One of the UK’s leading economists and Brexiteers, Patrick Minfordi, produced an interesting paper, which brought up this subject. It got little coverage in the press, and even that was extremely negative. Trading on the Future was the only economic modelling exercise that showed significant benefits for Britain from free trade.ii
This is the headline from the Independent (19 April): “Only economic study showing benefits of Brexit debunked as ‘doubly misleading’.” The establishment, which is not attuned to free trade, strongly disagreed and presumably felt bound to protect its position.
The problem with Professor Minford’s paper is that he was compelled, by standard macroeconomic practice, to model the economy under different scenarios. It then becomes a debate about whose model is right, as opposed to which economic theory is right. We all know the old saw about computer models and garbage in and garbage out, so defending statistical assumptions becomes little more than a slanging match.

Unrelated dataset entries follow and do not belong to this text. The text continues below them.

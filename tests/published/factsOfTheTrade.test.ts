import { describe, expect, test } from "vitest";
import { analyse, kcal } from "../dossier/demoServices.ts";

/**
 * Facts every worker in the field agrees on, through the whole pipeline. source: common practice, no single source;
 * energies to the digits in which they are commonly quoted.
 */
describe("Facts of the trade (common practice)", () => {
  test("an unsubstituted ring spends half its time in either chair", async () => {
    const { conformers, relation } = await analyse("C1CCCCC1");
    expect(relation).toBe("identical");
    expect(conformers.map(({ population }) => population)).toEqual([0.5, 0.5]);
  });

  test("methyl is equatorial about 95 % of the time and axial about 5 %", async () => {
    const { conformers } = await analyse("CC1CCCCC1", { temperature_K: 298.15 });
    expect(conformers.map(({ label }) => label)).toEqual(["1e", "1a"]);
    // Quoted to one per cent.
    expect(Math.abs(conformers[0]!.population - 0.95)).toBeLessThan(0.01);
    const [low, high] = conformers[0]!.population95;
    expect(low).toBeLessThan(conformers[0]!.population);
    expect(high).toBeGreaterThan(conformers[0]!.population);
    expect(conformers[1]!.contributions[0]!.source).not.toBe("");
  });

  test("with two alkyl groups on one carbon the less bulky one goes axial, ethyl being the bulkier beside methyl", async () => {
    const { conformers } = await analyse("CCC1(C)CCCCC1");
    expect(conformers[0]!.label).toBe("1a(Me),1e(Et)");
    // A small preference: methyl and ethyl differ by a few hundredths of a kcal/mol.
    expect(kcal(conformers[1]!.deltaG_kJ_mol)).toBeGreaterThan(0);
    expect(kcal(conformers[1]!.deltaG_kJ_mol)).toBeLessThan(0.3);
  });

  test("methyl is bulkier than chlorine: cis-1-chloro-2-methylcyclohexane keeps methyl equatorial", async () => {
    const { conformers } = await analyse("C[C@H]1CCCC[C@H]1Cl");
    const methyl = conformers[0]!.positions.find(({ substituent }) => substituent === 0)!;
    expect(methyl.orientation).toBe("equatorial");
  });

  test("and its trans isomer has both groups equatorial", async () => {
    const { conformers } = await analyse("C[C@H]1CCCC[C@@H]1Cl");
    expect(conformers[0]!.positions.map(({ orientation }) => orientation)).toEqual([
      "equatorial",
      "equatorial",
    ]);
  });

  test.each([
    ["trans-1,2", "C[C@H]1CCCC[C@@H]1C", "1e,2e", 2.6],
    ["cis-1,3", "C[C@H]1CCC[C@@H](C)C1", "1e,3e", 5.4],
    ["trans-1,4", "C[C@H]1CC[C@H](C)CC1", "1e,4e", 3.5],
  ])("%s-dimethylcyclohexane (%s) prefers %s by about %f kcal/mol", async (_name, smiles, label, gap) => {
    const { conformers, relation } = await analyse(smiles);
    expect(relation).toBe("diastereomeric");
    expect(conformers[0]!.label).toBe(label);
    // Quoted to 0.1 kcal/mol by sums whose parts differ by a few tenths between textbooks.
    expect(Math.abs(kcal(conformers[1]!.deltaG_kJ_mol) - gap)).toBeLessThan(0.3);
  });

  test.each([
    ["cis-1,2", "C[C@H]1CCCC[C@H]1C", "enantiomeric"],
    ["trans-1,3", "C[C@H]1CCC[C@H](C)C1", "identical"],
    ["cis-1,4", "C[C@H]1CC[C@@H](C)CC1", "identical"],
  ])("%s-dimethylcyclohexane (%s) has two equally stable chairs, %s", async (_name, smiles, relation) => {
    const answer = await analyse(smiles);
    expect(answer.relation).toBe(relation);
    expect(answer.conformers.map(({ population }) => population)).toEqual([0.5, 0.5]);
  });

  test("a tert-butyl group holds the ring: either 4-tert-butylcyclohexan-1-ol keeps it equatorial", async () => {
    for (const smiles of ["CC(C)(C)[C@H]1CC[C@H](O)CC1", "CC(C)(C)[C@H]1CC[C@@H](O)CC1"]) {
      const { conformers } = await analyse(smiles);
      const bulky = conformers[0]!.positions.find(({ substituent }) => substituent === 1)!;
      expect(bulky.orientation).toBe("equatorial");
      expect(conformers[0]!.population).toBeGreaterThan(0.99);
    }
  });

  test("one chair written from another side is still the same chair", async () => {
    const one = await analyse("C[C@H]1CC[C@@H](O)CC1");
    const other = await analyse("O[C@@H]1CC[C@H](C)CC1");
    expect(other.identity.canonicalSmiles).toBe(one.identity.canonicalSmiles);
    expect(other.conformers.map(({ label, deltaG_kJ_mol }) => ({ label, deltaG_kJ_mol }))).toEqual(
      one.conformers.map(({ label, deltaG_kJ_mol }) => ({ label, deltaG_kJ_mol })),
    );
  });

  test("the axial methyl's cost is two gauche contacts: it is listed as one axial group and nothing else", async () => {
    const { conformers } = await analyse("CC1CCCCC1");
    expect(conformers[1]!.contributions.map(({ kind }) => kind)).toEqual(["axial group"]);
    // Twice the gauche contact of butane as it is charged between neighbours, 0.87 kcal/mol.
    expect(Math.abs(kcal(conformers[1]!.contributions[0]!.value_kJ_mol) - 2 * 0.87)).toBeLessThan(0.1);
  });
});

describe("2-Methoxyoxane (source: Lemieux et al. 1969 for the solvent series, from memory; 73 % axial on a public reference page)", () => {
  test("prefers the axial methoxy group in a non-polar solvent", async () => {
    const { conformers } = await analyse("COC1CCCCO1", { solvent: "CCl4" });
    expect(conformers[0]!.label).toBe("2a");
    // The series runs from 83 % in tetrachloromethane to 52 % in water at 313 K.
    expect(conformers[0]!.population).toBeGreaterThan(0.7);
    expect(conformers[0]!.population).toBeLessThan(0.9);
  });

  test("and holds less of it in water", async () => {
    const water = await analyse("COC1CCCCO1", { solvent: "water" });
    const axial = water.conformers.find(({ label }) => label === "2a")!;
    expect(axial.population).toBeLessThan(0.65);
  });
});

And if all the models but one agree, who is going to take the one seriously?
This diverts attention from the excellent points that Professor Minford makes separately from his model, which broadly concur with common sense. Common sense, in this context is properly reasoned economic theory in terms capable of being understood by one’s fellow man. That it has long been abandoned by the macroeconomic establishment is a theme which will be familiar to my readers.
Professor Minford argues that free trade lowers prices for the benefit of the consumer. If tariffs are removed, it is a statement of the obvious. After all, a tariff is a tax on consumption, and if the tax is not imposed, prices will be lower. Furthermore, the competition triggered by a national market being opened to more foreign manufacturers is likely to drive prices down even more. The consumer benefits from free trade, and with the same wages, he can buy more goods and services.
The boost to the economy from lower consumer prices is an excellent result, with clear fiscal benefits. But hold on; are not higher prices, the objective of monetary policy, the only thing that gets the consumer buying? Professor Minford, to ordinary intelligent men, makes sense. But to the establishment economists in their ivory towers this is no less than insurrection against their cherished assumptions.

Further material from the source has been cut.